> TO DO:
From the entries below, return only the lines starting at the one that contains "filename src/Search/Board/BoardSearch.cs" and ending at the one that contains "public readonly record", exactly as they stand.

Stored items
^^^^^^^^^^^^^^^^

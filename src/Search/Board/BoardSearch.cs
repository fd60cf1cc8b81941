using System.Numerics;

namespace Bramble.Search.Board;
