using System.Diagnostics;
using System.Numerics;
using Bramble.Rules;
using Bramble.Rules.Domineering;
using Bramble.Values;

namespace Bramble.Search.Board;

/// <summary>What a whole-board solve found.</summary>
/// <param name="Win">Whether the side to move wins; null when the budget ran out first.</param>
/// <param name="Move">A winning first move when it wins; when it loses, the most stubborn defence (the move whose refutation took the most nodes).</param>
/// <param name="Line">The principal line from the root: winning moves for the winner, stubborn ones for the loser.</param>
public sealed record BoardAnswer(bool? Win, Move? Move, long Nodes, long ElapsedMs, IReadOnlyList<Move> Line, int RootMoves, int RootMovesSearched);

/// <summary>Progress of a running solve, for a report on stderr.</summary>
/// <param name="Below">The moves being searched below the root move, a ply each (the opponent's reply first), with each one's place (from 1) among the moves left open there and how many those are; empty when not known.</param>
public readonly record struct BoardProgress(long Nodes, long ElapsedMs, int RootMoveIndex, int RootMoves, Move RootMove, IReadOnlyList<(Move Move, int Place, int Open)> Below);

^^^^^^^^^^^^^^^^

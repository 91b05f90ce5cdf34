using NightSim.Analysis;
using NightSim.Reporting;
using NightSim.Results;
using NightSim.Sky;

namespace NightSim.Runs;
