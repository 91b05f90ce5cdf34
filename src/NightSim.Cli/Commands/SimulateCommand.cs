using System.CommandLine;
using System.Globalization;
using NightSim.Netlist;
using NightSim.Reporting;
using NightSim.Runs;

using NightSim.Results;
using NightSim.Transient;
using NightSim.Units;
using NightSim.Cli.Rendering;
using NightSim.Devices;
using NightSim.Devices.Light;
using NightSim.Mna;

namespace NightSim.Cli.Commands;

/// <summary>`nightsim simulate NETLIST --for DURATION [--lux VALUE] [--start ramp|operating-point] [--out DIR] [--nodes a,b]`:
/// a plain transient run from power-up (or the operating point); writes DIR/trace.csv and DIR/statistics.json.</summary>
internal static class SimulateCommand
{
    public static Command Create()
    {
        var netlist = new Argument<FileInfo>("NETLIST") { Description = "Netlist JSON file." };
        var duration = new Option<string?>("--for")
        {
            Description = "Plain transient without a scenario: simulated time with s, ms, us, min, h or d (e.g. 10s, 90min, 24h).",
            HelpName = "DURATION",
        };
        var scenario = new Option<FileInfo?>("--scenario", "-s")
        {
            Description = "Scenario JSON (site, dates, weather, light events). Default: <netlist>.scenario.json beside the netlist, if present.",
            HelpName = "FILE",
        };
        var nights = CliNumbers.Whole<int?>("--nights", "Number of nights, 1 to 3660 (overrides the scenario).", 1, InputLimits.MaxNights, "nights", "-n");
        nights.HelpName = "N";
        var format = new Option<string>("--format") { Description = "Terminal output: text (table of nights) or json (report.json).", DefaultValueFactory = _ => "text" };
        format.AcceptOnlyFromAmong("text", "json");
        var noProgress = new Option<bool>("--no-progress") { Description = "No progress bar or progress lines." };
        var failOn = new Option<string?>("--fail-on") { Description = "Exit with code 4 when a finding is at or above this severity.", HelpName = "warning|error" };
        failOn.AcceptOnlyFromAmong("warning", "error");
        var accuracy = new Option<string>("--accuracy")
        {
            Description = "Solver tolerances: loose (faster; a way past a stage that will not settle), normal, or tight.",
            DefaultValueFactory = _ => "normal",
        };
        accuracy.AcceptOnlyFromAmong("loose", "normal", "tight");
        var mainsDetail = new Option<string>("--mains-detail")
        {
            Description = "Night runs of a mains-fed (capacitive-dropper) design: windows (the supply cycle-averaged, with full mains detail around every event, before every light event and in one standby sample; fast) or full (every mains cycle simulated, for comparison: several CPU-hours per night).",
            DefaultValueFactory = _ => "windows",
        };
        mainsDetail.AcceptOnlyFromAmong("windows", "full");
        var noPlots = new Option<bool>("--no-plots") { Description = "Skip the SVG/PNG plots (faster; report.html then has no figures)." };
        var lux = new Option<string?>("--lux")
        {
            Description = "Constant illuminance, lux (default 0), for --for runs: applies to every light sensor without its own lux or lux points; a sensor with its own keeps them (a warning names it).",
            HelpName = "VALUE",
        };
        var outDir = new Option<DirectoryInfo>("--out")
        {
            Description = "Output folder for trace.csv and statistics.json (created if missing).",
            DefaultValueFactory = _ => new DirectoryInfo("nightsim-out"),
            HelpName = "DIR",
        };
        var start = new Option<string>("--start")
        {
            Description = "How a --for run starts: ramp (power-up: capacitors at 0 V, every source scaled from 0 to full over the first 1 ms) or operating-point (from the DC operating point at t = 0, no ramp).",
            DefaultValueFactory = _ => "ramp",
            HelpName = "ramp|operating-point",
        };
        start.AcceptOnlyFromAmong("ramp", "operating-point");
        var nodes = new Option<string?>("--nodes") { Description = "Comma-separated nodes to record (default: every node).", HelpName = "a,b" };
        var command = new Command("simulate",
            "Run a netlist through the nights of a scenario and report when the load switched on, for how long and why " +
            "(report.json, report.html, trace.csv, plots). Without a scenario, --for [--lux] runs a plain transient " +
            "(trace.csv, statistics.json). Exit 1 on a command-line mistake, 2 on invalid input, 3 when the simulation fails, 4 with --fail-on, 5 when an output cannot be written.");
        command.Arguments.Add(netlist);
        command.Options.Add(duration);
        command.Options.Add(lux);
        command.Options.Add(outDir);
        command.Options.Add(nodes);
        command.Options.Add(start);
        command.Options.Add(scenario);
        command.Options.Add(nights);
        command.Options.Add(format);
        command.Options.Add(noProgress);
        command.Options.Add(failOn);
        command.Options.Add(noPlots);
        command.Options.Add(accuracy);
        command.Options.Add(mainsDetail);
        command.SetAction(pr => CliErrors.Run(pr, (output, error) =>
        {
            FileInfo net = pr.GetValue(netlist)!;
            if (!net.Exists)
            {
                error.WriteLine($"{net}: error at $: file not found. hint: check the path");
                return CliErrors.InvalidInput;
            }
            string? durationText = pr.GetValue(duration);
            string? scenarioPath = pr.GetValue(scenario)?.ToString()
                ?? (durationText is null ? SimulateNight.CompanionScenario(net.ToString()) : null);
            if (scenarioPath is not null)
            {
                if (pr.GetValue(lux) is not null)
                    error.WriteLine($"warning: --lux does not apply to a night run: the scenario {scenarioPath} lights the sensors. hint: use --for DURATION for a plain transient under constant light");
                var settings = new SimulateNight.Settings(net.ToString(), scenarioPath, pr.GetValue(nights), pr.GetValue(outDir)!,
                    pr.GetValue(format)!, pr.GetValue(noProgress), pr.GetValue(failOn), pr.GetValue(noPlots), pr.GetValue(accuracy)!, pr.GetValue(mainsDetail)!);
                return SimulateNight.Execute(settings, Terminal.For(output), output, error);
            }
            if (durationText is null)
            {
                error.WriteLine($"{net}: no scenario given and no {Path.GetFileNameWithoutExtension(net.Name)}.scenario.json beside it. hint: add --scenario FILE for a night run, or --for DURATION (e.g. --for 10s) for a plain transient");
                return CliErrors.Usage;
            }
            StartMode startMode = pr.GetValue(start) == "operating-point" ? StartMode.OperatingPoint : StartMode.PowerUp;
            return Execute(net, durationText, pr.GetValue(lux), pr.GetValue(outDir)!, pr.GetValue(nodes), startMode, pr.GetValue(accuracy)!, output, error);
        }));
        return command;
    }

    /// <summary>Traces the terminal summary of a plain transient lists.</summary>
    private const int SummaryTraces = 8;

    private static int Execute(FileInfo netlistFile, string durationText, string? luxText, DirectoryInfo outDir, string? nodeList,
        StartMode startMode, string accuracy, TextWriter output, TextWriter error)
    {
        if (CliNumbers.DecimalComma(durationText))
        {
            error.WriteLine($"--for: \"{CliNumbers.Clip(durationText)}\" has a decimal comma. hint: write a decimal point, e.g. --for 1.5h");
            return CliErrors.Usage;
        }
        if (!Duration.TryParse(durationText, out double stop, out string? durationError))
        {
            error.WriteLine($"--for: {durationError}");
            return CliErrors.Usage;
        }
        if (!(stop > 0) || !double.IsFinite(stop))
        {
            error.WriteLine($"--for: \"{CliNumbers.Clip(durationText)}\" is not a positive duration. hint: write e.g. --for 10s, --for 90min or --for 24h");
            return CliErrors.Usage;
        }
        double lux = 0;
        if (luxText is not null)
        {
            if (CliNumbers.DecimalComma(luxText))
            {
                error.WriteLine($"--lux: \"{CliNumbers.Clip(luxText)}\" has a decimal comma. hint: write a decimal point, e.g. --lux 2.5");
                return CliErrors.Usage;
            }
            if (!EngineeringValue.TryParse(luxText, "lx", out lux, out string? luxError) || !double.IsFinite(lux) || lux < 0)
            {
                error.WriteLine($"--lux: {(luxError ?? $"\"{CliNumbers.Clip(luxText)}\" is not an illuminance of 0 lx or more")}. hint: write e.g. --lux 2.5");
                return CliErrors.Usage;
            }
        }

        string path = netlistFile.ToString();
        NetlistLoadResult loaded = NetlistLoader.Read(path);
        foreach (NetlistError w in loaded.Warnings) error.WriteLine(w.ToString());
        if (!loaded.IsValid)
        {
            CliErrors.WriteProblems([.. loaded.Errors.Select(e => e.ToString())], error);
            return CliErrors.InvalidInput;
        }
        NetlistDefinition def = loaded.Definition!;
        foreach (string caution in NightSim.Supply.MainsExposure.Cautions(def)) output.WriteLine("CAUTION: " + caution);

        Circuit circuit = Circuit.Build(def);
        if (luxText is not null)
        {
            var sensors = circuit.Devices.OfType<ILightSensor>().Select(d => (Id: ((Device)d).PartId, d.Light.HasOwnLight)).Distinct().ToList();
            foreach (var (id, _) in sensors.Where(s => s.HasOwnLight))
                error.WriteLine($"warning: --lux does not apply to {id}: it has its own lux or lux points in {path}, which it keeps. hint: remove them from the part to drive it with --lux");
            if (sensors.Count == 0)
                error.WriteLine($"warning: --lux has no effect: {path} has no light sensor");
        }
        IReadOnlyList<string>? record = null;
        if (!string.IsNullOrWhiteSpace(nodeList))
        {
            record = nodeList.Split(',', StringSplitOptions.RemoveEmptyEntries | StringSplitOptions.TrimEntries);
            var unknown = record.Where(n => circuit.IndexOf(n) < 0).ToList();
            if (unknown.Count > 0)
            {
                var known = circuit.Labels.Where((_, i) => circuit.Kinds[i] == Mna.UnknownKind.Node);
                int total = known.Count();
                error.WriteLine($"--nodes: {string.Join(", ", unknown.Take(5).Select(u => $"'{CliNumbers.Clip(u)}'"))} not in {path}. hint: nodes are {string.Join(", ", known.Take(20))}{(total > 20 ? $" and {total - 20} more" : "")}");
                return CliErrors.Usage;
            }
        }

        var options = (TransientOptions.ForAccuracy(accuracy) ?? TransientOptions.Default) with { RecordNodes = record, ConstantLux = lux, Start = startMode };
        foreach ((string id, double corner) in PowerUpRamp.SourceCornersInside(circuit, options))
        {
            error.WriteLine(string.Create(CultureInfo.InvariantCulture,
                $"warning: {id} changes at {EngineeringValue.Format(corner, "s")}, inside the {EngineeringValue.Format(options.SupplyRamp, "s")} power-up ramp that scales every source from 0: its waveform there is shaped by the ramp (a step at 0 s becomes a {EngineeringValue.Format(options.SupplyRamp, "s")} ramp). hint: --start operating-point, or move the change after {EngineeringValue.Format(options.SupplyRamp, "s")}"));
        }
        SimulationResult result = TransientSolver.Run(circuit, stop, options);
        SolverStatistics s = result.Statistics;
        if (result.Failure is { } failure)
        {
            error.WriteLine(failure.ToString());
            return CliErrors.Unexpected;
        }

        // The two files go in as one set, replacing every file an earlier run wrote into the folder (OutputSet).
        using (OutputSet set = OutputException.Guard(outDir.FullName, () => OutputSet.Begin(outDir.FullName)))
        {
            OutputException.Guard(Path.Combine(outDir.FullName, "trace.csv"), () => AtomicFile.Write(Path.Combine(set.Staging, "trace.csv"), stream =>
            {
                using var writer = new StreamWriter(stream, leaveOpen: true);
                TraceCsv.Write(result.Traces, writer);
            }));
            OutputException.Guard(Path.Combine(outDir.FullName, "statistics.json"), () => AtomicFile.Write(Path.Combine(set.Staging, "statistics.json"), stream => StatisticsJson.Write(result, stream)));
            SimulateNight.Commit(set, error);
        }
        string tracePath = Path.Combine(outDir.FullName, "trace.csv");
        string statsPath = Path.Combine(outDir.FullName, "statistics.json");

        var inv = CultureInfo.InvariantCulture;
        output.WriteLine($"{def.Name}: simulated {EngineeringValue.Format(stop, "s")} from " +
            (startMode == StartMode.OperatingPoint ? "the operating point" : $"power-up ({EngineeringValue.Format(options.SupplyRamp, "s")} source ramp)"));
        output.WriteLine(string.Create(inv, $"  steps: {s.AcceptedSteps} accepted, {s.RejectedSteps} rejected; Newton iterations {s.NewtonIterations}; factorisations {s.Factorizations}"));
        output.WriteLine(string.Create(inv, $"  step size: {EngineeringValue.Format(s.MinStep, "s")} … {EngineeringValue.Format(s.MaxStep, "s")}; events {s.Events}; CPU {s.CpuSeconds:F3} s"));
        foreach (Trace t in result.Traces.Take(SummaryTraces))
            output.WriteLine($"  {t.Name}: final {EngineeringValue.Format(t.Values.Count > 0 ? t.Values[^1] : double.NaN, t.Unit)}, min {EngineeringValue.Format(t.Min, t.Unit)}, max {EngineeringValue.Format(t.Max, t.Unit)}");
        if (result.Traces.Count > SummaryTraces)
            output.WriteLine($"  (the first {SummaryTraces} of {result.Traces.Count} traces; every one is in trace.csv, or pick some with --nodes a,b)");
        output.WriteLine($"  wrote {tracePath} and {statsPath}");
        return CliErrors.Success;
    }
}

^^^^^^^^^^^^^^^^

> YOUR RESPONSE:
filename src/Search/Board/BoardSearch.cs
repository fd60cf1cc8b81941
using System.Numerics;

namespace Bramble.Search.Board;
using System.Diagnostics;
using System.Numerics;
using Bramble.Rules;
using Bramble.Rules.Domineering;
using Bramble.Values;

namespace Bramble.Search.Board;

/// <summary>What a whole-board solve found.</summary>
/// <param name="Win">Whether the side to move wins; null when the budget ran out first.</param>
/// <param name="Move">A winning first move when it wins; when it loses, the most stubborn defence (the move whose refutation took the most nodes).</param>
/// <param name="Line">The principal line from the root: winning moves for the winner, stubborn ones for the loser.</param>
public sealed record BoardAnswer(bool? Win, Move? Move, long Nodes, long ElapsedMs, IReadOnlyList<Move> Line, int RootMoves, int RootMovesSearched);

/// <summary>Progress of a running solve, for a report on stderr.</summary>
/// <param name="Below">The moves being searched below the root move, a ply each (the opponent's reply first), with each one's place (from 1) among the moves left open there and how many those are; empty when not known.</param>
public readonly record struct BoardProgress(long Nodes, long ElapsedMs, int RootMoveIndex, int RootMoves, Move RootMove, IReadOnlyList<(Move Move, int Place, int Open)> Below);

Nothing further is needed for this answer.